#### [Task details]
Starting at the line below holding "molecular data: no" and stopping at the line holding "return self.ln_kp(temperature) /", print every line exactly, both ends included, and leave the rest out.

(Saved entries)
....

"""Dissociation equilibrium constants of diatomic molecules, interpolated in temperature.

For the process ``AB = A + B`` of each molecule (one of A, B may be an atomic ion, see
:class:`sahaboltz.data.molecules.Molecule`) the constants are

    K_p(T) = p(A) p(B) / p(AB)   [dyn cm^-2]
    K_n(T) = n(A) n(B) / n(AB) = K_p / (k T)   [cm^-3]

Interpolation
-------------
The tabulated log K_p spans ~10^9 dex over the source grid and is dominated by the Boltzmann
factor exp(-D0/kT).  We interpolate the smooth *reduced* function

    r(ln T) = ln K_p + D0/(kT) - (5/2) ln T

which, by the Saha-like dissociation formula K_p = kT (2 pi mu kT/h^2)^{3/2} (U_A U_B/U_AB)
exp(-D0/kT), is ln(U_A U_B / U_AB) plus a constant: nearly flat, slowly varying.  The
interpolant is a cubic spline (not-a-knot) of r in ln T through all tabulated nodes.  Why:

* accuracy: dropping every other node above 1000 K and predicting the dropped published values
  back, the error in log10 K_p has a median over the 291 molecules of 0.0009 dex (90 % below
  0.004, worst 0.013, BaO); PCHIP on the same test gives 0.0027 / 0.012 / 0.071 (Cs2: it
  flattens the minimum of r that the weakly bound alkali dimers have near 5000-7000 K);
  a spline of log K_p itself instead of r gives 0.012 / 0.020 / 0.033 dex (CO) - 13 times
  worse at the median - and PCHIP of log K_p 0.060 / 0.10 / 0.16;
* smoothness: the spline is C2, so d ln K / d ln T (needed for internal energies) and its
  derivative (heat capacities) are continuous; PCHIP's second derivative jumps at every node;
* no wiggles: ln K_p from the spline rises monotonically with T for all 291 molecules on a
  20,000-point grid over the whole table (1e-5 K to 10,000 K); tests/test_molecule_kernel.py
  checks it from 300 K up.  The source prints ~6 significant digits, so below ~10 K, where
  ln K_p ~ -10^4...-10^9, r is rounding noise; a spline is not local, but that noise changes
  ln K_p above 100 K by less than 3e-6 (measured against a spline through the >= 10 K nodes).

The molecular partition function is interpolated with PCHIP in ln T on ln U (it has flat-to-
rising steps at low T where a spline could undershoot; it is not needed to second order).

Outside the table
-----------------
* Below the lowest tabulated temperature (1e-5 K for the shipped data): :class:`InputError`.
  (K_p itself underflows to 0 below a few hundred K for strongly bound molecules; use the
  logarithmic forms there.)
* Above the highest tabulated temperature (10,000 K): by default molecules are treated as
  absent (``above_range="absent"``): ln K = +inf, K = inf, i.e. complete dissociation, and
  d ln K / d ln T = 0.  At 10,000 K molecules hold a negligible part of the matter at stellar
  densities; where that is not good enough, ``above_range="extrapolate"`` keeps the reduced
  function at its 10,000 K value (frozen partition-function ratio, exact T^{5/2} and Boltzmann
  factor; continuous at 10,000 K), and ``above_range="error"`` raises :class:`InputError`.
"""

from __future__ import annotations

from typing import Any, Sequence

import numpy as np
from scipy.interpolate import CubicSpline, PchipInterpolator

from sahaboltz.constants import K_B, K_B_EV
from sahaboltz.data.molecules import Molecule, MoleculeDatabase, default_molecule_database
from sahaboltz.data.thermo import ThermoSpecies
from sahaboltz.errors import InputError
from sahaboltz.kernels.thermo import FormationConstants
from sahaboltz.quantities import as_positive_array

ABOVE_RANGE_POLICIES = ("absent", "extrapolate", "error")
_LN10 = np.log(10.0)


class EquilibriumConstants:
    """Vectorized K_p(T), K_n(T) and d ln K / d ln T for a set of molecules.

    Parameters
    ----------
    molecules : sequence of str or Molecule
        Molecule names (``"CO"``, ``"H2"``, ``"CO+"``) or records.
    database : MoleculeDatabase, optional
        Where names are looked up; default the shipped data.
    above_range : {"absent", "extrapolate", "error"}
        Policy above the highest tabulated temperature (see the module docstring).

    Notes
    -----
    Every method takes a temperature T [K] (float, array or Quantity) and returns an array of
    shape ``(n_molecules,) + T.shape``.
    """

    def __init__(self, molecules: Sequence[str | Molecule], database: MoleculeDatabase | None = None,
                 above_range: str = "absent"):
        if above_range not in ABOVE_RANGE_POLICIES:
            raise InputError(f"above_range must be one of {ABOVE_RANGE_POLICIES}, got "
                             f"{above_range!r}")
        if isinstance(molecules, (str, Molecule)):
            molecules = [molecules]
        db = database
        recs = []
        for m in molecules:
            if isinstance(m, Molecule):
                recs.append(m)
            else:
                db = db or default_molecule_database()
                recs.append(db.molecule(m))
        self.molecules: list[Molecule] = recs
        self.above_range = above_range
        n = len(recs)
        self.dissociation_energy_ev = np.array([m.dissociation_energy_ev for m in recs])
        if n:
            self.t_min = max(m.temperature[0] for m in recs)
            self.t_max = min(m.temperature[-1] for m in recs)
        else:
            self.t_min, self.t_max = 0.0, np.inf
        # one interpolator per distinct temperature grid (the shipped data share one grid)
        self._groups: list[tuple[np.ndarray, CubicSpline, PchipInterpolator]] = []
        grids: dict[bytes, list[int]] = {}
        for i, m in enumerate(recs):
            grids.setdefault(m.temperature.tobytes(), []).append(i)
        for idx in grids.values():
            t = recs[idx[0]].temperature
            x = np.log(t)
            r = np.stack([_reduced(recs[i].log10_kp * _LN10, recs[i].dissociation_energy_ev, t)
                          for i in idx], axis=-1)
            lnu = np.stack([np.log(recs[i].partition_function) for i in idx], axis=-1)
            self._groups.append((np.array(idx), CubicSpline(x, r, axis=0, extrapolate=False),
                                 PchipInterpolator(x, lnu, axis=0, extrapolate=False)))

    @property
    def names(self) -> list[str]:
        return [m.name for m in self.molecules]

    def __len__(self) -> int:
        return len(self.molecules)

    # ------------------------------------------------------------------ evaluation
    def _prepare(self, temperature: Any) -> tuple[np.ndarray, np.ndarray, np.ndarray]:
        t = as_positive_array(temperature, "K", "temperature")
        if len(self.molecules) and np.any(t < self.t_min):
            bad = t[t < self.t_min].min()
            raise InputError(f"temperature {bad:g} K is below the lowest tabulated temperature "
                             f"{self.t_min:g} K of the molecular data: no constants there")
        above = t > self.t_max
        if above.any() and self.above_range == "error":
            raise InputError(f"temperature {t[above].max():g} K is above the highest tabulated "
                             f"temperature {self.t_max:g} K of the molecular data; use "
                             "above_range='absent' (molecules dissociated) or 'extrapolate'")
        x = np.log(np.minimum(t, self.t_max))
        return t, x, above

    def _interp(self, x: np.ndarray, which: int, nu: int = 0) -> np.ndarray:
        out = np.empty((len(self.molecules),) + x.shape)
        for idx, f_r, f_u in self._groups:
            f = (f_r, f_u)[which]
            vals = f(x.ravel(), nu=nu)                    # (x.size, n_group)
            out[idx] = np.moveaxis(vals, -1, 0).reshape((len(idx),) + x.shape)
        return out

    def ln_kp(self, temperature: Any) -> np.ndarray:
        """Natural log of K_p [dyn cm^-2]; +inf above the table with ``above_range="absent"``."""
        t, x, above = self._prepare(temperature)
        r = self._interp(x, 0)
        d0 = self.dissociation_energy_ev.reshape((-1,) + (1,) * t.ndim)
        out = r - d0 / (K_B_EV * t) + 2.5 * np.log(t)
        if self.above_range == "absent":
            out = np.where(above, np.inf, out)
        return out

    def log10_kp(self, temperature: Any) -> np.ndarray:
        """log10 of K_p [dyn cm^-2]."""
        return self.ln_kp(temperature) / _LN10

    def kp(self, temperature: Any) -> np.ndarray:
        """K_p = p(A) p(B) / p(AB) [dyn cm^-2] (underflows to 0 at very low T)."""
        return np.exp(self.ln_kp(temperature))

    def ln_kn(self, temperature: Any) -> np.ndarray:
        """Natural log of K_n = n(A) n(B) / n(AB) = K_p / (kT) [cm^-3]."""
        t = as_positive_array(temperature, "K", "temperature")
        return self.ln_kp(t) - np.log(K_B * t)

    def kn(self, temperature: Any) -> np.ndarray:
        """K_n = n(A) n(B) / n(AB) [cm^-3]."""
        return np.exp(self.ln_kn(temperature))

    def dln_kp_dln_t(self, temperature: Any) -> np.ndarray:
        """d ln K_p / d ln T (= dissociation enthalpy / kT + 1); 0 where molecules are absent."""
        t, x, above = self._prepare(temperature)
        dr = self._interp(x, 0, nu=1)
        d0 = self.dissociation_energy_ev.reshape((-1,) + (1,) * t.ndim)
        out = dr + d0 / (K_B_EV * t) + 2.5
        if self.above_range != "extrapolate":
            out = np.where(above, 0.0, out)
        else:
            out = np.where(above, d0 / (K_B_EV * t) + 2.5, out)
        return out

    def dln_kn_dln_t(self, temperature: Any) -> np.ndarray:
        """d ln K_n / d ln T = d ln K_p / d ln T - 1 (0 where molecules are absent)."""
        t, _, above = self._prepare(temperature)
        out = self.dln_kp_dln_t(t) - 1.0
        return out if self.above_range == "extrapolate" else np.where(above, 0.0, out)

    def ln_kn_derivatives(self, temperature: Any) -> tuple[np.ndarray, np.ndarray]:
        """d ln K_n / d ln T and d2 ln K_n / d ln T^2 from the spline of the reduced function:
        ln K_n = r(ln T) - D0/kT + (3/2) ln T + const, so the first is r' + D0/kT + 3/2 and
        the second r'' - D0/kT (both 0 where molecules are absent; with "extrapolate" r is
        frozen above the table)."""
        t, x, above = self._prepare(temperature)
        d0 = self.dissociation_energy_ev.reshape((-1,) + (1,) * t.ndim) / (K_B_EV * t)
        d1 = self._interp(x, 0, nu=1) + d0 + 1.5
        d2 = self._interp(x, 0, nu=2) - d0
        if self.above_range == "extrapolate":
            d1 = np.where(above, d0 + 1.5, d1)
            d2 = np.where(above, -d0, d2)
        else:
            d1 = np.where(above, 0.0, d1)
            d2 = np.where(above, 0.0, d2)
        return d1, d2

    def partition_function(self, temperature: Any) -> np.ndarray:
        """Molecular partition function U_AB (PCHIP in ln T on ln U; above the table it is held at
        its value at the highest tabulated temperature)."""
        _, x, _ = self._prepare(temperature)
        return np.exp(self._interp(x, 1))


def _reduced(ln_kp: np.ndarray, d0_ev: float, t: np.ndarray) -> np.ndarray:
    """r = ln K_p + D0/kT - 5/2 ln T: the smooth part of ln K_p."""
    return ln_kp + d0_ev / (K_B_EV * t) - 2.5 * np.log(t)


def equilibrium_constant(molecule: str | Molecule, temperature: Any, *, form: str = "pressure",
                         database: MoleculeDatabase | None = None,
                         above_range: str = "absent") -> np.ndarray:
    """K_p [dyn cm^-2] (``form="pressure"``) or K_n [cm^-3] (``form="density"``) of one molecule.

    Returns an array of the shape of ``temperature``.  See :class:`EquilibriumConstants`.
    """
    model = EquilibriumConstants([molecule], database=database, above_range=above_range)
    if form == "pressure":
        return model.kp(temperature)[0]
    if form == "density":
        return model.kn(temperature)[0]
    raise InputError(f"form must be 'pressure' or 'density', got {form!r}")


class MoleculeConstants:
    """ln K_n of a mixed list of molecules: Barklem & Collet diatomics (their two-body process,
    :class:`EquilibriumConstants`) and species of the NASA polynomials (formation from the
    neutral atoms and electrons, :class:`sahaboltz.kernels.thermo.FormationConstants`).

    Both kinds give ln n_M = sum over the process's atomic species of ln n - q_e ln n_e
    - ln K_n, with the stage factors of ion components added by the caller; +inf outside a
    molecule's data (the molecule is absent there, see :meth:`absent`).
    """

    def __init__(self, molecules: Sequence[Any], above_range: str = "absent"):
        self.molecules = list(molecules)
        self._bc = [i for i, m in enumerate(self.molecules) if isinstance(m, Molecule)]
        self._th = [i for i, m in enumerate(self.molecules) if isinstance(m, ThermoSpecies)]
        if len(self._bc) + len(self._th) != len(self.molecules):
            raise InputError("molecules must be Molecule or ThermoSpecies records")
        self.diatomic = EquilibriumConstants([self.molecules[i] for i in self._bc],
                                             above_range=above_range) if self._bc else None
        self.formation = (FormationConstants([self.molecules[i] for i in self._th])
                          if self._th else None)
        self.t_max = np.full(len(self.molecules), np.inf)
        if self.diatomic is not None:
            self.t_max[self._bc] = self.diatomic.t_max
        if self.formation is not None:
            self.t_max[self._th] = self.formation.t_max

    def __len__(self) -> int:
        return len(self.molecules)

    def ln_kn(self, temperature: Any) -> np.ndarray:
        t = as_positive_array(temperature, "K", "temperature")
        out = np.empty((len(self.molecules),) + t.shape)
        if self.diatomic is not None:
            out[self._bc] = self.diatomic.ln_kn(t)
        if self.formation is not None:
            out[self._th] = self.formation.ln_kn(t)
        return out

    def ln_kn_derivatives(self, temperature: Any) -> tuple[np.ndarray, np.ndarray]:
        """d ln K_n / d ln T and d2 ln K_n / d ln T^2, (n,) + T.shape each (0 where absent)."""
        t = as_positive_array(temperature, "K", "temperature")
        d1 = np.zeros((len(self.molecules),) + t.shape)
        d2 = np.zeros_like(d1)
        for idx, model in ((self._bc, self.diatomic), (self._th, self.formation)):
            if model is not None:
                d1[idx], d2[idx] = model.ln_kn_derivatives(t)
        return d1, d2

    def absent(self, temperature: Any) -> np.ndarray:
        """True where a molecule has no constant (outside its data): (n,) + T.shape."""
        return np.isinf(self.ln_kn(temperature))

....

#### [Answer]
                             f"{self.t_min:g} K of the molecular data: no constants there")
        above = t > self.t_max
        if above.any() and self.above_range == "error":
            raise InputError(f"temperature {t[above].max():g} K is above the highest tabulated "
                             f"temperature {self.t_max:g} K of the molecular data; use "
                             "above_range='absent' (molecules dissociated) or 'extrapolate'")
        x = np.log(np.minimum(t, self.t_max))
        return t, x, above

    def _interp(self, x: np.ndarray, which: int, nu: int = 0) -> np.ndarray:
        out = np.empty((len(self.molecules),) + x.shape)
        for idx, f_r, f_u in self._groups:
            f = (f_r, f_u)[which]
            vals = f(x.ravel(), nu=nu)                    # (x.size, n_group)
            out[idx] = np.moveaxis(vals, -1, 0).reshape((len(idx),) + x.shape)
        return out

    def ln_kp(self, temperature: Any) -> np.ndarray:
        """Natural log of K_p [dyn cm^-2]; +inf above the table with ``above_range="absent"``."""
        t, x, above = self._prepare(temperature)
        r = self._interp(x, 0)
        d0 = self.dissociation_energy_ev.reshape((-1,) + (1,) * t.ndim)
        out = r - d0 / (K_B_EV * t) + 2.5 * np.log(t)
        if self.above_range == "absent":
            out = np.where(above, np.inf, out)
        return out

    def log10_kp(self, temperature: Any) -> np.ndarray:
        """log10 of K_p [dyn cm^-2]."""
        return self.ln_kp(temperature) / _LN10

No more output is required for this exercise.